◆ **Exercise brief**
Having read the entries, repeat all of them exactly.

^^^^^^^^

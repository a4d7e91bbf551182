// Compaction of the analyzer's history; see history.hpp.
#include "history.hpp"

#include <algorithm>
#include <cmath>

namespace tensile {

namespace {

// Mean of the finite values in v[from, to); NaN when there are none. One
// row (a group of one) is copied as it is, NaN included.
double finite_mean(const double* v, std::size_t from, std::size_t to) {
    if (to - from == 1) return v[from];
    double sum = 0;
    std::size_t count = 0;
    for (std::size_t k = from; k < to; ++k)
        if (std::isfinite(v[k])) {
            sum += v[k];
            ++count;
        }
    return count ? sum / static_cast<double>(count) : NAN;
}

// Writes to out[0, groups) the finite means of the `groups` runs of `size`
// values from v on (out may be v itself: out[g] is written only after every
// run up to g has been read). Each run is first summed plainly, in row order:
// a finite plain sum means every value was finite (a NaN or an infinity
// would have made it NaN or infinite), so it is the very sum finite_mean
// makes and the mean is the same to the last bit; the rare run with a gap
// (a lost extensometer, an overflow) is summed again by finite_mean. Eight
// runs are summed side by side, each in its own order, because one running
// sum alone would wait on the previous addition for every value.
void group_means(const double* v, std::size_t groups, std::size_t size, double* out) {
    constexpr std::size_t lanes = 8;
    std::size_t g = 0;
    if (size > 1) {
        const double count = static_cast<double>(size);
        for (; g + lanes <= groups; g += lanes) {
            const double* p = v + g * size;
            double sum[lanes] = {};  // from zero, as finite_mean (so -0.0 rows give +0.0 there too)
            for (std::size_t k = 0; k < size; ++k)
                for (std::size_t l = 0; l < lanes; ++l) sum[l] += p[l * size + k];
            for (std::size_t l = 0; l < lanes; ++l)
                out[g + l] = std::isfinite(sum[l]) ? sum[l] / count : finite_mean(v, (g + l) * size, (g + l + 1) * size);
        }
    }
    for (; g < groups; ++g) out[g] = finite_mean(v, g * size, (g + 1) * size);
}

}  // namespace

RowMap History::compact(std::size_t target, std::size_t keep) {
    const std::size_t n = size();
    RowMap map;
    map.merged = merged_rows_;
    map.single_from = merged_rows_;
    map.kept_at = merged_rows_;
    if (n <= target || n <= merged_rows_ + keep) return map;  // nothing to gain

    // The smallest stride (a multiple of the present one) that fits the target.
    const std::size_t singles = n - merged_rows_;
    std::size_t stride = stride_;
    while (true) {
        const std::size_t ratio = stride / stride_;
        const std::size_t groups = (singles - keep) / stride;
        const std::size_t rows = (merged_rows_ + ratio - 1) / ratio + groups + (singles - groups * stride);
        if (rows <= target || stride > n) break;
        stride *= 2;
    }
    map.ratio = stride / stride_;
    map.group = stride;
    map.single_from = merged_rows_ + (singles - keep) / stride * stride;
    const std::size_t first_single = (merged_rows_ + map.ratio - 1) / map.ratio;
    map.kept_at = first_single + (map.single_from - merged_rows_) / stride;

    // New row j only reads old rows at or after j, so the merge runs in
    // place. Each column is done in three plain loops (the merged rows, the
    // single rows grouped by `stride`, the kept rows moved down): this runs on
    // the whole history every few hundred thousand frames of a long run, so it
    // is kept to straight passes over memory. Sums run in row order, so the
    // means are the same to the last bit however the loops are written.
    const std::size_t groups = (map.single_from - merged_rows_) / stride;
    const std::size_t rows = map.kept_at + (n - map.single_from);
    for (auto* v : {&time_s, &force_N, &strain, &stress_MPa, &extension_mm, &crosshead_mm}) {
        double* d = v->data();
        std::size_t j = 0;
        if (map.ratio == 1) {
            j = merged_rows_;  // already in place
        } else {
            const std::size_t whole = merged_rows_ / map.ratio;
            group_means(d, whole, map.ratio, d);
            j = whole;
            if (whole * map.ratio < merged_rows_) d[j++] = finite_mean(d, whole * map.ratio, merged_rows_);
        }
        group_means(d + merged_rows_, groups, stride, d + j);
        j += groups;
        std::copy(d + map.single_from, d + n, d + j);
        v->resize(rows);
    }
    {
        double* m = running_max.data();
        std::size_t j = 0;
        if (map.ratio == 1) {
            j = merged_rows_;
        } else {
            for (std::size_t k = 0; k < merged_rows_; k += map.ratio)
                m[j++] = m[std::min(k + map.ratio, merged_rows_) - 1];
        }
        for (std::size_t g = 0; g < groups; ++g) m[j++] = m[merged_rows_ + (g + 1) * stride - 1];
        std::copy(m + map.single_from, m + n, m + j);
        running_max.resize(rows);
    }
    stride_ = stride;
    merged_rows_ = map.kept_at;
    return map;
}

}  // namespace tensile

^^^^^^^^

◆ **Answer to this problem**
repository a4d7e91bbf551182
// Compaction of the analyzer's history; see history.hpp.
#include "history.hpp"

#include <algorithm>
#include <cmath>

namespace tensile {

namespace {

// Mean of the finite values in v[from, to); NaN when there are none. One
// row (a group of one) is copied as it is, NaN included.
double finite_mean(const double* v, std::size_t from, std::size_t to) {
    if (to - from == 1) return v[from];
    double sum = 0;
    std::size_t count = 0;
    for (std::size_t k = from; k < to; ++k)
        if (std::isfinite(v[k])) {
            sum += v[k];
            ++count;
        }
    return count ? sum / static_cast<double>(count) : NAN;
}

// Writes to out[0, groups) the finite means of the `groups` runs of `size`
// values from v on (out may be v itself: out[g] is written only after every
// run up to g has been read). Each run is first summed plainly, in row order:
// a finite plain sum means every value was finite (a NaN or an infinity
// would have made it NaN or infinite), so it is the very sum finite_mean
// makes and the mean is the same to the last bit; the rare run with a gap
// (a lost extensometer, an overflow) is summed again by finite_mean. Eight
// runs are summed side by side, each in its own order, because one running
// sum alone would wait on the previous addition for every value.
void group_means(const double* v, std::size_t groups, std::size_t size, double* out) {
    constexpr std::size_t lanes = 8;
    std::size_t g = 0;
    if (size > 1) {
        const double count = static_cast<double>(size);
        for (; g + lanes <= groups; g += lanes) {
            const double* p = v + g * size;
            double sum[lanes] = {};  // from zero, as finite_mean (so -0.0 rows give +0.0 there too)
            for (std::size_t k = 0; k < size; ++k)
                for (std::size_t l = 0; l < lanes; ++l) sum[l] += p[l * size + k];
            for (std::size_t l = 0; l < lanes; ++l)
                out[g + l] = std::isfinite(sum[l]) ? sum[l] / count : finite_mean(v, (g + l) * size, (g + l + 1) * size);
        }
    }
    for (; g < groups; ++g) out[g] = finite_mean(v, g * size, (g + 1) * size);
}

}  // namespace

RowMap History::compact(std::size_t target, std::size_t keep) {
    const std::size_t n = size();
    RowMap map;
    map.merged = merged_rows_;
    map.single_from = merged_rows_;
    map.kept_at = merged_rows_;
    if (n <= target || n <= merged_rows_ + keep) return map;  // nothing to gain

    // The smallest stride (a multiple of the present one) that fits the target.
    const std::size_t singles = n - merged_rows_;
    std::size_t stride = stride_;
    while (true) {
        const std::size_t ratio = stride / stride_;
        const std::size_t groups = (singles - keep) / stride;
        const std::size_t rows = (merged_rows_ + ratio - 1) / ratio + groups + (singles - groups * stride);
        if (rows <= target || stride > n) break;
        stride *= 2;
    }
    map.ratio = stride / stride_;
    map.group = stride;
    map.single_from = merged_rows_ + (singles - keep) / stride * stride;
    const std::size_t first_single = (merged_rows_ + map.ratio - 1) / map.ratio;
    map.kept_at = first_single + (map.single_from - merged_rows_) / stride;

    // New row j only reads old rows at or after j, so the merge runs in
    // place. Each column is done in three plain loops (the merged rows, the
    // single rows grouped by `stride`, the kept rows moved down): this runs on
    // the whole history every few hundred thousand frames of a long run, so it
    // is kept to straight passes over memory. Sums run in row order, so the
    // means are the same to the last bit however the loops are written.
    const std::size_t groups = (map.single_from - merged_rows_) / stride;
    const std::size_t rows = map.kept_at + (n - map.single_from);
    for (auto* v : {&time_s, &force_N, &strain, &stress_MPa, &extension_mm, &crosshead_mm}) {
        double* d = v->data();
        std::size_t j = 0;
        if (map.ratio == 1) {
            j = merged_rows_;  // already in place
        } else {
            const std::size_t whole = merged_rows_ / map.ratio;
            group_means(d, whole, map.ratio, d);
            j = whole;
            if (whole * map.ratio < merged_rows_) d[j++] = finite_mean(d, whole * map.ratio, merged_rows_);
        }
        group_means(d + merged_rows_, groups, stride, d + j);
        j += groups;
        std::copy(d + map.single_from, d + n, d + j);
        v->resize(rows);
    }
    {
        double* m = running_max.data();
        std::size_t j = 0;
        if (map.ratio == 1) {
            j = merged_rows_;
        } else {
            for (std::size_t k = 0; k < merged_rows_; k += map.ratio)
                m[j++] = m[std::min(k + map.ratio, merged_rows_) - 1];
        }
        for (std::size_t g = 0; g < groups; ++g) m[j++] = m[merged_rows_ + (g + 1) * stride - 1];
        std::copy(m + map.single_from, m + n, m + j);
        running_max.resize(rows);
    }
    stride_ = stride;
    merged_rows_ = map.kept_at;
    return map;
}

}  // namespace tensile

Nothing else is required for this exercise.